Data excerpts:
——————
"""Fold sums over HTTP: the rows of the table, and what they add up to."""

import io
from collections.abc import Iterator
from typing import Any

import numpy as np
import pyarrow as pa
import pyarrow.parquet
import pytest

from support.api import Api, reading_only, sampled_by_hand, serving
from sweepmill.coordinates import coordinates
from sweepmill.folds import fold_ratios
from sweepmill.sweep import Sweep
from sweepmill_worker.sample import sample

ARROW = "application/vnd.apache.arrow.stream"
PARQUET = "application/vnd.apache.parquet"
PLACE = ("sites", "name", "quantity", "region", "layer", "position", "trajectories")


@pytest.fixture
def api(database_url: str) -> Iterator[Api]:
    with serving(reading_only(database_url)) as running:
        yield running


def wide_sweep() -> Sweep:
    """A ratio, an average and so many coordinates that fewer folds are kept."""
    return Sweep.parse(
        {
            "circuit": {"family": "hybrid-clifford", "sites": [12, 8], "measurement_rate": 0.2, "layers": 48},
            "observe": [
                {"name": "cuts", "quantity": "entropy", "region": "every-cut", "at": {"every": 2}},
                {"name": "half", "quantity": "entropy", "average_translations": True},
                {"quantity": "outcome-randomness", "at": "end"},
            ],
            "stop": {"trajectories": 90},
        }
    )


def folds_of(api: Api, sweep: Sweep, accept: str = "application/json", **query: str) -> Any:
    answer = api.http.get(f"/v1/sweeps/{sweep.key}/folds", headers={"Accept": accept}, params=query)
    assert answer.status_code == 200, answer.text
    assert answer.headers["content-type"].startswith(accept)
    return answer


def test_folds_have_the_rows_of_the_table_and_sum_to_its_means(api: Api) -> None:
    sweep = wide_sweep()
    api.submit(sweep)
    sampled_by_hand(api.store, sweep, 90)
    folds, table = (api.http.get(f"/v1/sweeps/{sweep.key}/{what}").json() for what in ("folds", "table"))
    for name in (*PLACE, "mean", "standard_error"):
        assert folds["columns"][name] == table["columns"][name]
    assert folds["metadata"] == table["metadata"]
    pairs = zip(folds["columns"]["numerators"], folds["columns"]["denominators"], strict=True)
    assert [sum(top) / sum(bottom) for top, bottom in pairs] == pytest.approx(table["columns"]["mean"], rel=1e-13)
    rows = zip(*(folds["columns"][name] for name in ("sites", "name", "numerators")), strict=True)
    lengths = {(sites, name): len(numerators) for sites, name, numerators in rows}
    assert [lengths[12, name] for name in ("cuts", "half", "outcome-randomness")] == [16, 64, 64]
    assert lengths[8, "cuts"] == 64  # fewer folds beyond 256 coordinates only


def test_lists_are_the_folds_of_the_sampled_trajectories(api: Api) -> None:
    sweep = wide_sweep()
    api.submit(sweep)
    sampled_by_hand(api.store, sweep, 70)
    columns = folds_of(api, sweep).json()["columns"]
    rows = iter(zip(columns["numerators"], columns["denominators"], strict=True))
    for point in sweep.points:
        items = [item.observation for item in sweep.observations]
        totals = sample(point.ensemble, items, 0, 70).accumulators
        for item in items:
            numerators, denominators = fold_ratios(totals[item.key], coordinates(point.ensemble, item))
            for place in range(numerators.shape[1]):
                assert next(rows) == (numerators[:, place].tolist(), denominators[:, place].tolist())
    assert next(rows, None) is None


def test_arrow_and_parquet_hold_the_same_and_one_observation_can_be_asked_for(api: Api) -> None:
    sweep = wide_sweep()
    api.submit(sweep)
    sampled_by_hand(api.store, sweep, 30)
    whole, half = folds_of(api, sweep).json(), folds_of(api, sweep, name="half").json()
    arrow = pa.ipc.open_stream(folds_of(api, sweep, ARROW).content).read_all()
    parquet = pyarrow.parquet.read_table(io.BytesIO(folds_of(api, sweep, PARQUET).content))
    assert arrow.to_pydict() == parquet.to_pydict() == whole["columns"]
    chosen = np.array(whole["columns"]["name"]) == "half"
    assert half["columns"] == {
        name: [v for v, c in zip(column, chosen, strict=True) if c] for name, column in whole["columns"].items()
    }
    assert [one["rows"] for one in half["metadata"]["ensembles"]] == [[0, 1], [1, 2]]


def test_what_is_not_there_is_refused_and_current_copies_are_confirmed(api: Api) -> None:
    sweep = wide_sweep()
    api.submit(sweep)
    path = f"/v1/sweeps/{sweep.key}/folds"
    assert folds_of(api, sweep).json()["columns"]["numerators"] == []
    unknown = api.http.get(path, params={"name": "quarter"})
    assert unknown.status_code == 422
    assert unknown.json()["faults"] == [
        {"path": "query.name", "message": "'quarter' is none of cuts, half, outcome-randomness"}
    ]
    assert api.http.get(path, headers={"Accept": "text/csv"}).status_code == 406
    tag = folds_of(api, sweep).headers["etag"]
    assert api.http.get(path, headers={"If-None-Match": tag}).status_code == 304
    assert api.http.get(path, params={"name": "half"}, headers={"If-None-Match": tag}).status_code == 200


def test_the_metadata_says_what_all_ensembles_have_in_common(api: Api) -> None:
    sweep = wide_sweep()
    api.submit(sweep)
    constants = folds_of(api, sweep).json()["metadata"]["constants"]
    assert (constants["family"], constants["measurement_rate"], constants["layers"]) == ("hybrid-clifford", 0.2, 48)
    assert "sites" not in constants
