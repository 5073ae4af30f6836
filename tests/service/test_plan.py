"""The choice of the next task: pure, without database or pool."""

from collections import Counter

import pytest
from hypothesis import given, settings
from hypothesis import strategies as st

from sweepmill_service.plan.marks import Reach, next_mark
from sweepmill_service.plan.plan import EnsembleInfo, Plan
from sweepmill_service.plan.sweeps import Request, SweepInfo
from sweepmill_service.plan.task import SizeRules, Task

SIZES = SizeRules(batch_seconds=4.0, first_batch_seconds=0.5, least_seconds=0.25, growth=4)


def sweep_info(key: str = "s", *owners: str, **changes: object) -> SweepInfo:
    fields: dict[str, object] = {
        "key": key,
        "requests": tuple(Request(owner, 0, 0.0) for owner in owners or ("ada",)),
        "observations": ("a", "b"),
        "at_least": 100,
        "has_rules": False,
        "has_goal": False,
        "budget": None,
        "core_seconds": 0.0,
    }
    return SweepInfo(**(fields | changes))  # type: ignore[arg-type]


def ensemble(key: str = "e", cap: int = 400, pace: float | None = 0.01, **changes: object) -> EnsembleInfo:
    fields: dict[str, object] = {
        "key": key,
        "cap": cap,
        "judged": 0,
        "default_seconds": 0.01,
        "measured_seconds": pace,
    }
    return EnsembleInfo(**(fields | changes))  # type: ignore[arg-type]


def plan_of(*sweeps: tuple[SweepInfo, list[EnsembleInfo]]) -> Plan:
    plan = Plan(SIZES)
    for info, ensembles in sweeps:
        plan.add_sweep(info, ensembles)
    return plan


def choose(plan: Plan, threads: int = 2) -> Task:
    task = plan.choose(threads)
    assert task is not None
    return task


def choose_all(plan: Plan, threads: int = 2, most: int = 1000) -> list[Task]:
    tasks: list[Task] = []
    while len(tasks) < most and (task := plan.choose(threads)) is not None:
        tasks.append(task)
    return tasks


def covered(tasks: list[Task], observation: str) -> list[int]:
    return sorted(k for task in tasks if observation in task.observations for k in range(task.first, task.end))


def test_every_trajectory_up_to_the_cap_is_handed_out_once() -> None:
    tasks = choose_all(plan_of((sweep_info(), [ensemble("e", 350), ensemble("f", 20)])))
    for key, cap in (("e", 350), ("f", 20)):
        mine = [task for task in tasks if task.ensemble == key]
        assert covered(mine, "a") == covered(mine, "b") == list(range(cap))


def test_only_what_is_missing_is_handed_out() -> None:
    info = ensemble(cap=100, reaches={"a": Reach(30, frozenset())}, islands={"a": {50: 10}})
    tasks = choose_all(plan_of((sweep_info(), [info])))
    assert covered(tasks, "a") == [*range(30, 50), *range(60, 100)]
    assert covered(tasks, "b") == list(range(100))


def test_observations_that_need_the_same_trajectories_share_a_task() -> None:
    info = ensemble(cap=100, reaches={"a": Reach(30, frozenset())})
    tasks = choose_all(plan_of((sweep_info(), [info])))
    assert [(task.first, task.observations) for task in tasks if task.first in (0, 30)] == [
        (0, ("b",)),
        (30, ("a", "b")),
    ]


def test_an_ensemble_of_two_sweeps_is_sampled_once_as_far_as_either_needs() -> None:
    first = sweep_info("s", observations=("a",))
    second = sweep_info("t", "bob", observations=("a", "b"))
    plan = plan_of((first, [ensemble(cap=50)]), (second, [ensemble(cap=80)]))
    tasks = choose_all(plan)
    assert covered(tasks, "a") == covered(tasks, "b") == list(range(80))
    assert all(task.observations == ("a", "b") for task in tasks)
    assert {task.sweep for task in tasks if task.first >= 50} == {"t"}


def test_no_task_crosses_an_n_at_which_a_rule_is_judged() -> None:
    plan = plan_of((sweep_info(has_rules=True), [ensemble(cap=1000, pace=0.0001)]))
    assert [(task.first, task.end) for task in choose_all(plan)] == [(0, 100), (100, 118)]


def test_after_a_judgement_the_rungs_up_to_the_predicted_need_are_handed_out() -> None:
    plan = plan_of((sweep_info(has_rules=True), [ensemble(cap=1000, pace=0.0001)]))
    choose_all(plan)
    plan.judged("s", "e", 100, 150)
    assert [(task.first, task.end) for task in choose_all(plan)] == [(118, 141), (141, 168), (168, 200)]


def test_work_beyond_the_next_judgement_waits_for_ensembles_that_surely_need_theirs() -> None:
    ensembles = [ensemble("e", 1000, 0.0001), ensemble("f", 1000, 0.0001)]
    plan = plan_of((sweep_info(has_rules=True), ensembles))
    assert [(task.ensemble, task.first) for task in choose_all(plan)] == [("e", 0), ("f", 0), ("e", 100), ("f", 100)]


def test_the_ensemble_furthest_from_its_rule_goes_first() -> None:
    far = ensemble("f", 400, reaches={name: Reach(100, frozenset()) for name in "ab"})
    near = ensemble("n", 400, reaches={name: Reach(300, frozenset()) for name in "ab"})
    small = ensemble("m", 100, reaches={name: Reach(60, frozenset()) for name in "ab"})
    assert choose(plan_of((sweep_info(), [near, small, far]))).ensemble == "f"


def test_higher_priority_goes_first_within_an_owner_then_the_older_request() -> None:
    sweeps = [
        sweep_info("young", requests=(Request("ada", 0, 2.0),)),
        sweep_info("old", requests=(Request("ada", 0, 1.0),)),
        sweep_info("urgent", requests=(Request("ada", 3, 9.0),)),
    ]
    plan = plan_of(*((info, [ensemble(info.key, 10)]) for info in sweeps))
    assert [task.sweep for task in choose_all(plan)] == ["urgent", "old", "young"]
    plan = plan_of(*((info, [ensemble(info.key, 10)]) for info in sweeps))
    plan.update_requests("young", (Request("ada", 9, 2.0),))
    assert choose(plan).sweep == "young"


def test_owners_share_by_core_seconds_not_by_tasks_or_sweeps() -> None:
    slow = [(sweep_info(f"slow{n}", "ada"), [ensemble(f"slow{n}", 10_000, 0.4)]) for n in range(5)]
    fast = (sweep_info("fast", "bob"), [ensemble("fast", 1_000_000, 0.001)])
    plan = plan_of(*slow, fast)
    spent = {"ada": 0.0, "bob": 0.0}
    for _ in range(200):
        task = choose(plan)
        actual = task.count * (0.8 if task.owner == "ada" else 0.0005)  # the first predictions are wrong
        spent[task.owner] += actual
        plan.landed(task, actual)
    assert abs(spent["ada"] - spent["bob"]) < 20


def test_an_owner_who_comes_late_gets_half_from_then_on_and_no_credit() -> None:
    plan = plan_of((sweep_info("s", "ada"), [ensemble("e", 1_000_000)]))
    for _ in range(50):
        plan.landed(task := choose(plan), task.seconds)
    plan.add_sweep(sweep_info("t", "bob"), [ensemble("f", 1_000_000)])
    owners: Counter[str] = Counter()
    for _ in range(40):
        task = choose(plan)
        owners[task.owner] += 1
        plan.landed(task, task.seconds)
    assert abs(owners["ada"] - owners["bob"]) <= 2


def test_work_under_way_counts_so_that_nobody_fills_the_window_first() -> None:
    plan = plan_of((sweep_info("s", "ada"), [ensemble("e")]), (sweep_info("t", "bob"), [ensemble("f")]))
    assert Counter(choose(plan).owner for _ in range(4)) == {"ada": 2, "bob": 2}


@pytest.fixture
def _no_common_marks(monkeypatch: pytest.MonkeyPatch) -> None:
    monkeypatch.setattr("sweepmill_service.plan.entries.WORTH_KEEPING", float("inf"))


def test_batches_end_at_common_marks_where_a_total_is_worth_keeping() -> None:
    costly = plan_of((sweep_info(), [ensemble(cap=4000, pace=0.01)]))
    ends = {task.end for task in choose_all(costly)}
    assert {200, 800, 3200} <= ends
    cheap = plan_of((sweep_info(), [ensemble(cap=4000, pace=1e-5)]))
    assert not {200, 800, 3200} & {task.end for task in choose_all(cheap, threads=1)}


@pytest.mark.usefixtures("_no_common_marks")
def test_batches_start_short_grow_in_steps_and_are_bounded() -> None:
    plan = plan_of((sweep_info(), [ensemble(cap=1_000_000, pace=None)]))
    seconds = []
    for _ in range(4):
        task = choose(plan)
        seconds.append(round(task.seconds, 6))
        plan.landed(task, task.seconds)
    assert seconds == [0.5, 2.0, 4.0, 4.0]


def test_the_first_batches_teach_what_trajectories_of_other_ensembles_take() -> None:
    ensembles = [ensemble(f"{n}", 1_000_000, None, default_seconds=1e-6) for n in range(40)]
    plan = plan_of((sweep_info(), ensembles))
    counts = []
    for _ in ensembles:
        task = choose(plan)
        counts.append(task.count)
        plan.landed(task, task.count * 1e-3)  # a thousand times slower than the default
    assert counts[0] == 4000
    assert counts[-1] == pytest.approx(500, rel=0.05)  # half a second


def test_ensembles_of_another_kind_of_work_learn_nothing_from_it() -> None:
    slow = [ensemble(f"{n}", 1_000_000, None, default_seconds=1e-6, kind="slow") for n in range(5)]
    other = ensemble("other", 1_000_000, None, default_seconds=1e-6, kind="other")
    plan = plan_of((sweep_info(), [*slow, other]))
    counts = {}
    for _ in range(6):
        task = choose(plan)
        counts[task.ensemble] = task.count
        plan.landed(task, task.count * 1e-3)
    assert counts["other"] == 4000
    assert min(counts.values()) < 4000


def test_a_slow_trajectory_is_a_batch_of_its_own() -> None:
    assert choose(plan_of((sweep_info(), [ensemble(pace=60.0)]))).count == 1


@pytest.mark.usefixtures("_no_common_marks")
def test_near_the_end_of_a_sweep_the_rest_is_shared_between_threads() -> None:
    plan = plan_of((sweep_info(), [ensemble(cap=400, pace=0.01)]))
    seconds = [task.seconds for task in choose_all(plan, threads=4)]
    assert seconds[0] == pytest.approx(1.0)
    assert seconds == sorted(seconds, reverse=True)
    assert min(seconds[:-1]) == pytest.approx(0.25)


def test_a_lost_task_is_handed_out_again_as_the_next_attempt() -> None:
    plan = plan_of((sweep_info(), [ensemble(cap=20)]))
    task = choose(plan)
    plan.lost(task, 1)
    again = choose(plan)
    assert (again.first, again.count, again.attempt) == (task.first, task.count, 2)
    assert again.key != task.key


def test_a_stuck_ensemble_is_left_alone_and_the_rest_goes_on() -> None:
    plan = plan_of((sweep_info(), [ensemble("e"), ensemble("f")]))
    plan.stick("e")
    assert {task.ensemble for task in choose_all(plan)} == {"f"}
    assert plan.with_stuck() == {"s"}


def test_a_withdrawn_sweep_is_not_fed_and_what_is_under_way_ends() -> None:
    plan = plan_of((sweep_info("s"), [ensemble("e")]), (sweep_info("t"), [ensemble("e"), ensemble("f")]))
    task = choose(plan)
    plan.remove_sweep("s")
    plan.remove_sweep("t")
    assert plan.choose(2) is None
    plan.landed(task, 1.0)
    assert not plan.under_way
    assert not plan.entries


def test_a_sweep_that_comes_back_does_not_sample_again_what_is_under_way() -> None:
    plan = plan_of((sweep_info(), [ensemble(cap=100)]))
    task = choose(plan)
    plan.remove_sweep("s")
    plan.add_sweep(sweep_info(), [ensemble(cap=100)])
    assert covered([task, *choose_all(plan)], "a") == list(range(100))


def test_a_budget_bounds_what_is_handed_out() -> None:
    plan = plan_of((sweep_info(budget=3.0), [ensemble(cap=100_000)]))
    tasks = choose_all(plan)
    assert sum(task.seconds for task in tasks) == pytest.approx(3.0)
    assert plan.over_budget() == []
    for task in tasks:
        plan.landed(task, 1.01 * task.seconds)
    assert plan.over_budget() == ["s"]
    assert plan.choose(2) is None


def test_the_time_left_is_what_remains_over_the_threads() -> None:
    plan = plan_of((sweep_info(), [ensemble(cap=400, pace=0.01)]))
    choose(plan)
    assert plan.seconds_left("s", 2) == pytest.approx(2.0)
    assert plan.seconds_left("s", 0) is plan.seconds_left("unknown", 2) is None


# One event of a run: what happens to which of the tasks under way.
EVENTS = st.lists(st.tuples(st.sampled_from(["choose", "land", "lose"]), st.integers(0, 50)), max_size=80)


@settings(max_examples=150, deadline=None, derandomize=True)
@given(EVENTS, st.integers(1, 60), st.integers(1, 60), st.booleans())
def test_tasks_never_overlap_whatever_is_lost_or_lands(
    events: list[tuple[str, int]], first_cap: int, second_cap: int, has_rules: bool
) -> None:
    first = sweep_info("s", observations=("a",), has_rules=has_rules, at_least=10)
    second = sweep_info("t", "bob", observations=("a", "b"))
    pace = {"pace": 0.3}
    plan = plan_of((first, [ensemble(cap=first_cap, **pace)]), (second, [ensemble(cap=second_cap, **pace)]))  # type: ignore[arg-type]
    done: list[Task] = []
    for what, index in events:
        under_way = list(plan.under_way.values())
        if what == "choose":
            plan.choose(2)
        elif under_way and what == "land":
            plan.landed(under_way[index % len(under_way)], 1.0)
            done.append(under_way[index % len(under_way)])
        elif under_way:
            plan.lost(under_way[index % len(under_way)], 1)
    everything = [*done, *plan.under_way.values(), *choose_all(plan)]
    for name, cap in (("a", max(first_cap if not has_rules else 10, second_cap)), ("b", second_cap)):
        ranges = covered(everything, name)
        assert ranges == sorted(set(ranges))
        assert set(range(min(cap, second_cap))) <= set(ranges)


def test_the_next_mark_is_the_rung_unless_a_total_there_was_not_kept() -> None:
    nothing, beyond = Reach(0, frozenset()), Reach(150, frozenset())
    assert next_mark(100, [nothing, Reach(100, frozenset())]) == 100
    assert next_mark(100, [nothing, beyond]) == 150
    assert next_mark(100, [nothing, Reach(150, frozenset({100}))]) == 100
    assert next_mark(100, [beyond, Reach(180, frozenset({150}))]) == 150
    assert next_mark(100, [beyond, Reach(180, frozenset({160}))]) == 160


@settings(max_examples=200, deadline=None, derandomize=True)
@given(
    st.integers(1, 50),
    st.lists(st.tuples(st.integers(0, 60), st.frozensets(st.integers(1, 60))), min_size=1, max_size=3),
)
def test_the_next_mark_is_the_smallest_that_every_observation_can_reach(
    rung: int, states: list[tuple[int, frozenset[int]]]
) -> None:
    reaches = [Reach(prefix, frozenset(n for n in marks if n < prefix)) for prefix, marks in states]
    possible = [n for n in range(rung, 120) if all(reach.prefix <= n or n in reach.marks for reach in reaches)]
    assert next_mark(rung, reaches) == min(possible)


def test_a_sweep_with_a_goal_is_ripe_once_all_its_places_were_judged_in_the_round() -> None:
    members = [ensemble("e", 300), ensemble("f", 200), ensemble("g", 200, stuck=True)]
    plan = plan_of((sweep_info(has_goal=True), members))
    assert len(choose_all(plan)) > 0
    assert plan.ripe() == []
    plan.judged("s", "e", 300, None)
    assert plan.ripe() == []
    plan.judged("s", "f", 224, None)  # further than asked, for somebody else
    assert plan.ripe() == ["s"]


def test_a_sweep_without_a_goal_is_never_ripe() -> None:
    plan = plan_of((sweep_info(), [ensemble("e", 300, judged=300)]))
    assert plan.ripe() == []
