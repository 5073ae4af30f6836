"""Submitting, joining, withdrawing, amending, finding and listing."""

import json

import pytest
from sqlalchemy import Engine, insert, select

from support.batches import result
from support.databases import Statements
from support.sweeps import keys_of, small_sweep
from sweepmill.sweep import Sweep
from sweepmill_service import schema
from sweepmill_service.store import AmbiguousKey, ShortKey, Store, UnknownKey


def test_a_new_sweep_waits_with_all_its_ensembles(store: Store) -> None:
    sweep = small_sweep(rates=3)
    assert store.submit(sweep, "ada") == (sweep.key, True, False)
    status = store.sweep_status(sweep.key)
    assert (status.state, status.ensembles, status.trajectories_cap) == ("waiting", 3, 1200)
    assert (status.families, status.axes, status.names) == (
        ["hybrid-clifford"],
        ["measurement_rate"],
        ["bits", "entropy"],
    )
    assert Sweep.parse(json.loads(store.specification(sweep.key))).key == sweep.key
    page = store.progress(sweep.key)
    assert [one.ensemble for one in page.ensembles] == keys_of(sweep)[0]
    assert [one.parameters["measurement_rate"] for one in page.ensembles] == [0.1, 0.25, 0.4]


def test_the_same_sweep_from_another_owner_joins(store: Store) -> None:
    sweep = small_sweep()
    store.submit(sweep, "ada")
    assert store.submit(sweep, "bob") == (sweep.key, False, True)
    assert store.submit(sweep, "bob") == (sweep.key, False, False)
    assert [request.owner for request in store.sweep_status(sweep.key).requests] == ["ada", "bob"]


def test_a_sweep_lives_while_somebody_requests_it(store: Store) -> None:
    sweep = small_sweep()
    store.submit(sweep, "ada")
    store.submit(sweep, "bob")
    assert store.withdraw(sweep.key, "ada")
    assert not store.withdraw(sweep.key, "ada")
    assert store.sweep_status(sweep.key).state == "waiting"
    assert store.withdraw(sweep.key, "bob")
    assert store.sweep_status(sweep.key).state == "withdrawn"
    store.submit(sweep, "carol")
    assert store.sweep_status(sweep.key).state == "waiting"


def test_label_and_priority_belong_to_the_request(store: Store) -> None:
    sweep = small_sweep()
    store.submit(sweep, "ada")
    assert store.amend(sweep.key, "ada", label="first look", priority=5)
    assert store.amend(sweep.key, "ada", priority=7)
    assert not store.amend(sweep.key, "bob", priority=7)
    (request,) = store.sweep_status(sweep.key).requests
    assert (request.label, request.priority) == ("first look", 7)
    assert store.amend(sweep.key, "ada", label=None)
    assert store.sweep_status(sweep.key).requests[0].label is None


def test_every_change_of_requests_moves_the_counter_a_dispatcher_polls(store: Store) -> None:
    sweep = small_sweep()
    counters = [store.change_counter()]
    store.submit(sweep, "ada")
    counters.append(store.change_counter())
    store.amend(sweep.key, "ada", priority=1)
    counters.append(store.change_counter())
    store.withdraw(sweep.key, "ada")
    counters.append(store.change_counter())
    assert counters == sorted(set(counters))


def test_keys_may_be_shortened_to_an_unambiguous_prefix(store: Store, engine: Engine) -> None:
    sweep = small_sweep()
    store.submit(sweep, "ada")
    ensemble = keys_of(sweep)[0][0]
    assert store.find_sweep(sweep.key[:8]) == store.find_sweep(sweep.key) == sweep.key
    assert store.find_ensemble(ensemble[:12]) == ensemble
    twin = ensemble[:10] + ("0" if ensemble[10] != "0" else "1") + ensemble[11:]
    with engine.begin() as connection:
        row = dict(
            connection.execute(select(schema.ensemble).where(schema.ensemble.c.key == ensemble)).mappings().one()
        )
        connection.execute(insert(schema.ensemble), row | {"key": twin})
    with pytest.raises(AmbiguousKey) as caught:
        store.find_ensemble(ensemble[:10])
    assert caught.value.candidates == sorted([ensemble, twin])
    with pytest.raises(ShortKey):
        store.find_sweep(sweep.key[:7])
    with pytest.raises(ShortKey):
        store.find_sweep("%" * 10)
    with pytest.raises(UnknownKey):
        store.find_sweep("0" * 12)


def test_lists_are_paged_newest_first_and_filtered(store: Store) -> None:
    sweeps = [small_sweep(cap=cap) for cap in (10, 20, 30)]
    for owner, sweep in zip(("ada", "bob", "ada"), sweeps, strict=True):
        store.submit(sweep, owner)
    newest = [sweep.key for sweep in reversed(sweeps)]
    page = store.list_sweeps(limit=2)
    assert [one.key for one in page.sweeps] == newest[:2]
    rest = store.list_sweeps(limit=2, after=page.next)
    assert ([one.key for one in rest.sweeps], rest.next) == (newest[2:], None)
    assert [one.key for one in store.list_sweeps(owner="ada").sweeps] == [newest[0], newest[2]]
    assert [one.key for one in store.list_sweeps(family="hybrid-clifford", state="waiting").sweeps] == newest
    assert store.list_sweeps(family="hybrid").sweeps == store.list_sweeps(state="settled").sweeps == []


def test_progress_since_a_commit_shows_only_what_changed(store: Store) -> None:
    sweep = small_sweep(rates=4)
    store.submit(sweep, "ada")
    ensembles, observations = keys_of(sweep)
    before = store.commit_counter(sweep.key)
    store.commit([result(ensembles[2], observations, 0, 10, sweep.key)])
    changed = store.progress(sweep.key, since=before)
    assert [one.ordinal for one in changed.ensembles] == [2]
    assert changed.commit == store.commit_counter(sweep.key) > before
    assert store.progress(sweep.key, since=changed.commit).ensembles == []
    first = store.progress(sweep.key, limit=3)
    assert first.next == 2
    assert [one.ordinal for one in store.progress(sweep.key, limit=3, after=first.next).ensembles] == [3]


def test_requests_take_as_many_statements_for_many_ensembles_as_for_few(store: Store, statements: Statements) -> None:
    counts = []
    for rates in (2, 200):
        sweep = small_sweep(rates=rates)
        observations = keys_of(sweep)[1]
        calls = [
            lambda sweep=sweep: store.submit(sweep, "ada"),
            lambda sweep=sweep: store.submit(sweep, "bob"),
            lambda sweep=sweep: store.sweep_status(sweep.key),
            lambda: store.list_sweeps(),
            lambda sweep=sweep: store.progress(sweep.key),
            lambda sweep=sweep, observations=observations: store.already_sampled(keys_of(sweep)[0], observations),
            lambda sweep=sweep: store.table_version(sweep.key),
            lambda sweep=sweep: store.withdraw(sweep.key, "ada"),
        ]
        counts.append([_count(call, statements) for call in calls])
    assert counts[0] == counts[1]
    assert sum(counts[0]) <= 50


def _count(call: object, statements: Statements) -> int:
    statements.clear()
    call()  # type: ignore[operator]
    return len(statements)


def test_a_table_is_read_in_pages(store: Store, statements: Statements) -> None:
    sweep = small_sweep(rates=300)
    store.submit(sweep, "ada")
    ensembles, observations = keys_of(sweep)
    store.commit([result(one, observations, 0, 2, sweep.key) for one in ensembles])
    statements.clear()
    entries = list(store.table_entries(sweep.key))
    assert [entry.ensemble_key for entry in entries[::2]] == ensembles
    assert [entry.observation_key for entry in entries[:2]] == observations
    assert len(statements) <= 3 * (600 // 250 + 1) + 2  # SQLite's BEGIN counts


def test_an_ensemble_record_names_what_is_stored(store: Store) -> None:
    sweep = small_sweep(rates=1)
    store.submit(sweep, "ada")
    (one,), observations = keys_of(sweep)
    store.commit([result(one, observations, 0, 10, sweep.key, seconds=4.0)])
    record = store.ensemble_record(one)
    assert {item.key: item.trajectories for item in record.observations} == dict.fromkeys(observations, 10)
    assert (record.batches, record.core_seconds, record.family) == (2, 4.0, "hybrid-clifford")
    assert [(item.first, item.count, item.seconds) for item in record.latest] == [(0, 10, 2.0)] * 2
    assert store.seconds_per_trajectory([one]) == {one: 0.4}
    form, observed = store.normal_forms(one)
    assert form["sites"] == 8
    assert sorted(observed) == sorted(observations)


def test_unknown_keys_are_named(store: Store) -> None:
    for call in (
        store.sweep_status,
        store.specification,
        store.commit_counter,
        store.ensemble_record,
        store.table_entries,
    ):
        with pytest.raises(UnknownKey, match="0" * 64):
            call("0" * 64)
——————
Your goal:
Find each line holding the string "numerators" in the listing above, then copy it.

Answer box:
    pairs = zip(folds["columns"]["numerators"], folds["columns"]["denominators"], strict=True)
    rows = zip(*(folds["columns"][name] for name in ("sites", "name", "numerators")), strict=True)
    lengths = {(sites, name): len(numerators) for sites, name, numerators in rows}
    rows = iter(zip(columns["numerators"], columns["denominators"], strict=True))
            numerators, denominators = fold_ratios(totals[item.key], coordinates(point.ensemble, item))
            for place in range(numerators.shape[1]):
                assert next(rows) == (numerators[:, place].tolist(), denominators[:, place].tolist())
    assert folds_of(api, sweep).json()["columns"]["numerators"] == []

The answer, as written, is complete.